In Italy, students occupied universities, including Milan’s Statale and Rome’s La Sapienza, and blocked access to Bologna’s university using car tyres, video footage showed. In Turin, hundreds of people blocked traffic on the city’s ring road, according to news agency reports. Doctors, nurses, pharmacists and others were due to take part in a flash mob in Rome, shining flashlights and mobile phone lights and reading out the names of 1,677 health workers killed in Gaza, organisers said. Italian unions have called for a general strike in support of the Gaza aid flotilla, with more than 100 marches or rallies expected across the country.
Italian Defence Minister Guido Crosetto criticized the disruption caused by some of the protesters.
“Does anyone really believe that blocking a station, an airport, a motorway or destroying a shop in Italy will bring relief to the Palestinian people?” he wrote on X.

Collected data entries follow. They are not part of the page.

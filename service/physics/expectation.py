"""The whole prediction of one coil, with its uncertainty and where that comes from."""

from collections.abc import Collection
from dataclasses import dataclass
from typing import Final

import numpy as np
from numpy.typing import NDArray

from service.physics.caution import Caution
from service.physics.coil_inputs import Input, Source
from service.physics.coil_model import OUTPUTS, CoilModel
from service.physics.design import Design
from service.physics.lay import Lay
from service.physics.resistance import BREAKING_STRAIN
from service.physics.uncertainty import Estimate, sensitivities

FloatArray = NDArray[np.float64]

# Rises whenever a prediction changes for the same design; kept with every verdict.
KERNEL_VERSION: Final = "1.0.0"

_STEP: Final = 1e-3
# Above this share of the resonance a meter shows the inductance 12 % high and more.
_NEAR_RESONANCE: Final = 1.0 / 3.0


@dataclass(frozen=True, slots=True)
class BudgetRow:
    """What one input contributes to the standard uncertainty of each output.

    Attributes:
        input: with its value, unit, standard uncertainty and source.
        contributions: by output, in the output's SI unit.
        shares: by output, of its variance.
    """

    input: Input
    contributions: dict[str, float]
    shares: dict[str, float]


@dataclass(frozen=True, slots=True, eq=False)
class Expectation:
    """What a coil of this design should measure; SI units, resistance at its temperature too.

    Attributes:
        design: what was predicted.
        lay: how the wire lies.
        names: of the outputs, in the order of the arrays.
        values: of the outputs.
        covariance: of the outputs.
        inputs: the uncertain inputs.
        input_covariance: of the inputs.
        jacobian: derivatives of the outputs (down) by the inputs (across).
        cautions: what to look at before winding.
        kernel_version: of the rules that made it.
    """

    design: Design
    lay: Lay
    names: tuple[str, ...]
    values: FloatArray
    covariance: FloatArray
    inputs: tuple[Input, ...]
    input_covariance: FloatArray
    jacobian: FloatArray
    cautions: tuple[Caution, ...]
    kernel_version: str

    def quantity(self, name: str) -> Estimate:
        """Return one output with its standard uncertainty."""
        k = self.names.index(name)
        return Estimate(float(self.values[k]), float(np.sqrt(self.covariance[k, k])))

    def elasticity(self, output: str, name: str) -> float:
        """Return by how many per cent an output changes for one per cent of an input."""
        row = self.names.index(output)
        column = [one.name for one in self.inputs].index(name)
        slope = float(self.jacobian[row, column])
        return slope * self.inputs[column].value / float(self.values[row])

    def budget(self) -> tuple[BudgetRow, ...]:
        """Return each input's contribution; inputs without uncertainty contribute nothing."""
        u = np.sqrt(np.diag(self.input_covariance))
        parts = np.abs(self.jacobian * u)
        variances = np.diag(self.covariance)
        shares = parts**2 / np.where(variances > 0.0, variances, 1.0)[:, np.newaxis]
        return tuple(
            BudgetRow(
                one,
                {name: float(parts[row, column]) for row, name in enumerate(self.names)},
                {name: float(shares[row, column]) for row, name in enumerate(self.names)},
            )
            for column, one in enumerate(self.inputs)
        )


def expect(design: Design) -> Expectation:
    """Return what a coil of this design should measure.

    Args:
        design: the coil, SI units.

    Returns:
        Values, covariance, budget and cautions. Uncertainties follow the linear law (JCGM 100);
        it serves all outputs but `output`, whose factor of two says so itself.

    Raises:
        ValueError: an impossible design; the message names what and the value.
    """
    model = CoilModel(design)
    estimates = np.array([one.value for one in model.inputs])
    u = np.array([one.standard_uncertainty for one in model.inputs])
    # What is exactly known still has a slope: the diagnosis asks what a miscount would do.
    # Steps of a thousandth leave an error of a millionth, in one difference.
    sizes = np.where(estimates != 0.0, np.abs(estimates), np.where(u > 0.0, u, 1.0))
    jacobian = sensitivities(model.outputs_at, estimates, _STEP * sizes, levels=1)
    input_covariance = np.diag(u * u)
    covariance = jacobian @ input_covariance @ jacobian.T
    values = model.outputs_at(estimates)
    return Expectation(
        design=design,
        lay=model.lay,
        names=OUTPUTS,
        values=values,
        covariance=(covariance + covariance.T) / 2.0,
        inputs=model.inputs,
        input_covariance=input_covariance,
        jacobian=jacobian,
        cautions=_cautions(model, dict(zip(OUTPUTS, values.tolist(), strict=True))),
        kernel_version=KERNEL_VERSION,
    )


def covariance_between(
    one: Expectation, other: Expectation, shared: Collection[Source]
) -> FloatArray:
    """Return the covariance between the outputs of two coils that have some errors in common.

    Args:
        one, other: two expectations.
        shared: sources that the coils share, such as {"spool", "model"} for two coils of one
            recipe from one spool.

    Returns:
        Matrix of `one`'s outputs (down) and `other`'s (across). An input of the same name is
        taken as the same error, relative to its value, as large as `one` and `other` say.
    """
    places = {item.name: index for index, item in enumerate(other.inputs)}
    common = np.zeros((len(one.inputs), len(other.inputs)))
    for row, item in enumerate(one.inputs):
        column = places.get(item.name)
        if column is not None and item.source in shared:
            u = other.inputs[column].standard_uncertainty
            common[row, column] = item.standard_uncertainty * u
    return np.asarray(one.jacobian @ common @ other.jacobian.T, dtype=np.float64)


def _cautions(model: CoilModel, values: dict[str, float]) -> tuple[Caution, ...]:
    found = list(model.cautions)
    if model.tension > model.tension_limit:
        found.append(
            Caution(
                "tension-above-limit",
                f"The tension of {model.tension:.3g} N is above {model.tension_limit:.3g} N, what "
                f"this wire may bear: it stretches for good or breaks. Usual is "
                f"{0.5 * model.tension_limit:.2g} to {0.8 * model.tension_limit:.2g} N.",
            )
        )
    if model.stretch.value >= BREAKING_STRAIN:
        found.append(Caution("wire-breaks", "At this tension the wire breaks."))
    ratio = model.design.test_frequency / values["self_resonance"]
    if ratio >= 1.0:
        found.append(
            Caution(
                "test-frequency-above-resonance",
                f"The test frequency lies above the self-resonance of about "
                f"{values['self_resonance']:.0f} Hz: a meter shows no inductance there.",
            )
        )
    elif ratio > _NEAR_RESONANCE:
        found.append(
            Caution(
                "test-frequency-near-resonance",
                f"The test frequency is {100 * ratio:.0f} % of the self-resonance: a meter shows "
                "an inductance that is far from the true one. Test lower.",
            )
        )
    if model.output is not None and model.output.reason is not None:
        found.append(Caution("no-output", model.output.reason))
    return tuple(found)
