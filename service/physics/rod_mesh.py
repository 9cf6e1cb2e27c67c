"""The mesh of a rod: graded quadratic elements along its side and across its end faces.

Lengths are in radii of the rod. Axisymmetric flux without divergence is described by its flux
function psi (the flux through the circle at radius rho and height z is 2 pi psi), which is
interpolated on the tensor product of a line along z and a line in rho^2. Charge on the surface is
-2 pi d(psi) along the path axis, lower face, side, upper face, axis.
"""

import itertools
import math
from dataclasses import dataclass
from functools import cached_property
from typing import Final

import numpy as np
import numpy.typing as npt

from service.physics.gauss import gauss_legendre

Floats = npt.NDArray[np.float64]
Indices = npt.NDArray[np.intp]

ORDER: Final = 2

# Size of the elements: at the rim, where the charge of a good magnetic conductor grows as the
# distance to the power -1/3; the growth away from it; the largest where the field varies.
_AT_RIM: Final = 0.003
_GROWTH_AXIAL: Final = 1.35
_GROWTH_RADIAL: Final = 0.7
_LARGEST_AXIAL: Final = 0.8
_LARGEST_RADIAL: Final = 0.35
_SMALLEST: Final = 0.04
_FAR_GROWTH: Final = 0.4


@dataclass(frozen=True, slots=True)
class RodShape:
    """What the mesh depends on.

    Attributes:
        length: of the rod, in radii.
        features: heights above the rod's middle, in radii and rising, at which the applied field
            changes quickly (the flanges of the coil).
        sharpness: distance over which it changes there, in radii.
        coarseness: 1 for the inductance; 2 makes elements twice as large, and more at the rim.
    """

    length: float
    features: tuple[float, ...] = ()
    sharpness: float = 1.0
    coarseness: float = 1.0


class Line:
    """Quadratic elements on a line."""

    def __init__(self, edges: Floats) -> None:
        self.edges = edges
        self.sizes: Floats = np.diff(edges)
        self.middles: Floats = 0.5 * (edges[1:] + edges[:-1])
        self.elements = len(self.sizes)
        self.nodes = ORDER * self.elements + 1
        self.connection: Indices = ORDER * np.arange(self.elements)[:, None] + np.arange(ORDER + 1)

    def assemble(self, local: Floats) -> Floats:
        """Return the matrix of the line from the matrices of its elements."""
        matrix = np.zeros((self.nodes, self.nodes))
        np.add.at(matrix, (self.connection[:, :, None], self.connection[:, None, :]), local)
        return matrix

    def mass(self) -> Floats:
        """Return the integrals of products of shape functions."""
        node, weight = gauss_legendre(ORDER + 1)
        value = shape_values(node)
        local = np.einsum("g,gi,gj->ij", weight, value, value)
        return self.assemble(local * (0.5 * self.sizes)[:, None, None])

    def mass_over_twice_x(self) -> Floats:
        """Return the integrals of products of shape functions over 2 x, for nodes with x > 0.

        The line begins at x = 0; functions that vanish there leave a polynomial to integrate in
        the first element, and a smooth quotient in the others.
        """
        node, weight = gauss_legendre(ORDER + 3)
        value = shape_values(node)
        x = self.middles[:, None] + 0.5 * self.sizes[:, None] * node
        scaled = weight * 0.25 * self.sizes[:, None] / x
        return self.assemble(np.einsum("eg,gi,gj->eij", scaled, value, value))[1:, 1:]

    def stiffness(self) -> Floats:
        """Return the integral of products of the derivatives of shape functions."""
        node, weight = gauss_legendre(ORDER + 1)
        slope = shape_slopes(node)
        local = np.einsum("g,gi,gj->ij", weight, slope, slope)
        return self.assemble(local * (2.0 / self.sizes)[:, None, None])


def shape_values(t: Floats) -> Floats:
    """Return the three shape functions at `t` from -1 to 1, in the last axis."""
    return np.stack((0.5 * t * (t - 1.0), (1.0 - t) * (1.0 + t), 0.5 * t * (t + 1.0)), axis=-1)


def shape_slopes(t: Floats) -> Floats:
    """Return the derivatives of the shape functions with respect to `t`."""
    return np.stack((t - 0.5, -2.0 * t, t + 0.5), axis=-1)


class RodMesh:
    """The elements of one rod shape, and the path around its surface."""

    def __init__(self, shape: RodShape) -> None:
        self.half = 0.5 * shape.length
        self.axial = Line(_axial_edges(shape))
        self.radial = Line(_radial_edges(shape) ** 2)
        faces, side = self.radial.elements, self.axial.elements
        self.on_side = np.zeros(2 * faces + side, dtype=np.bool_)
        self.on_side[faces : faces + side] = True
        self.is_upper = np.zeros(2 * faces + side, dtype=np.bool_)
        self.is_upper[faces + side :] = True
        squares, heights = self.radial.edges, self.axial.edges
        # From and to along the path: rho^2 on the faces, z on the side.
        self.start: Floats = np.concatenate((squares[:-1], heights[:-1], squares[:0:-1]))
        self.stop: Floats = np.concatenate((squares[1:], heights[1:], squares[-2::-1]))
        # The path's first and last node lie on the axis, where psi = 0; they are left out.
        self.unknowns = ORDER * len(self.on_side) - 1
        self.connection: Indices = (
            ORDER * np.arange(len(self.on_side))[:, None] + np.arange(ORDER + 1) - 1
        )

    def place(self, element: Indices, t: Floats) -> tuple[Floats, Floats]:
        """Return radius and height at the places `t` (-1 to 1) of path elements."""
        start, stop = self.start[element], self.stop[element]
        x = 0.5 * (start + stop) + 0.5 * (stop - start) * t
        side = self.on_side[element]
        radius = np.where(side, 1.0, np.sqrt(np.abs(x)))
        height = np.where(side, x, np.where(self.is_upper[element], self.half, -self.half))
        return radius, height

    @cached_property
    def gather(self) -> Floats:
        """The matrix that takes psi at the path's unknowns to the nodes of each element."""
        elements = len(self.on_side)
        taken = np.zeros((elements * (ORDER + 1), self.unknowns))
        columns = self.connection.ravel()
        rows = np.nonzero((columns >= 0) & (columns < self.unknowns))[0]
        taken[rows, columns[rows]] = 1.0
        return taken


def _spread(low: float, high: float, places: Floats, density: Floats) -> Floats:
    """Return edges from low to high whose elements each hold the same share of `density`."""
    steps = 0.5 * (density[1:] + density[:-1]) * np.diff(places)
    filled = np.concatenate(([0.0], np.cumsum(steps)))
    count = max(1, math.ceil(filled[-1] - 0.25))
    edges = np.interp(np.linspace(0.0, filled[-1], count + 1), filled, places)
    edges[0], edges[-1] = low, high
    return edges


def _samples(low: float, high: float) -> Floats:
    """Return places from low to high, crowded at both ends."""
    depth = np.geomspace(1e-6, 0.5, 120)
    share = np.concatenate(([0.0], depth, 1.0 - depth[-2::-1], [1.0]))
    return low + (high - low) * share


def _axial_edges(shape: RodShape) -> Floats:
    half = 0.5 * shape.length
    rim = _rim(shape)
    growth = _GROWTH_AXIAL * shape.coarseness
    largest = _LARGEST_AXIAL * shape.coarseness
    features = [f for f in shape.features if abs(f) < half - 0.1]
    corners = [-half, *features, half]
    at_feature = min(max(shape.sharpness, 0.05), _LARGEST_AXIAL)
    edges = [np.array([-half])]
    for low, high in itertools.pairwise(corners):
        z = _samples(low, high)
        from_end = half - np.abs(z)
        size = rim + growth * from_end
        away = from_end
        for feature in features:
            distance = np.abs(z - feature)
            size = np.minimum(size, at_feature + distance)
            away = np.minimum(away, distance)
        size = np.minimum(size, np.maximum(largest, _FAR_GROWTH * away))
        edges.append(_spread(low, high, z, 1.0 / size)[1:])
    return np.concatenate(edges)


def _radial_edges(shape: RodShape) -> Floats:
    depth = np.concatenate(([0.0], np.geomspace(1e-4, 1.0, 200)))
    # However thin a disc, its faces are not cut finer than this in the middle.
    largest = max(_LARGEST_RADIAL * shape.coarseness * min(1.0, shape.length), _SMALLEST)
    size = np.minimum(_rim(shape) + _GROWTH_RADIAL * shape.coarseness * depth, largest)
    edges: Floats = 1.0 - _spread(0.0, 1.0, depth, 1.0 / size)[::-1]
    return edges


def _rim(shape: RodShape) -> float:
    return min(_AT_RIM * shape.coarseness**3, 0.05 * shape.length)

Across Europe, thousands of protesters took to the streets in Dublin, Paris, Berlin and Geneva to condemn Israel’s interception of the flotilla. Rallies also took place in Buenos Aires, Mexico City and Karachi.
In Istanbul, a crowd gathered outside the Israeli embassy holding aloft banners with slogans such as “Israel is massacring humanity, not Gaza / Do not be silent, do not sit, stand up.”
The war in Gaza has killed more than 66,000 people, according to Palestinian authorities.
Israel began its offensive after the October 7, 2023, Hamas-led attack on Israel in which some 1,200 people were killed and 251 taken as hostages back to Gaza, according to Israeli tallies.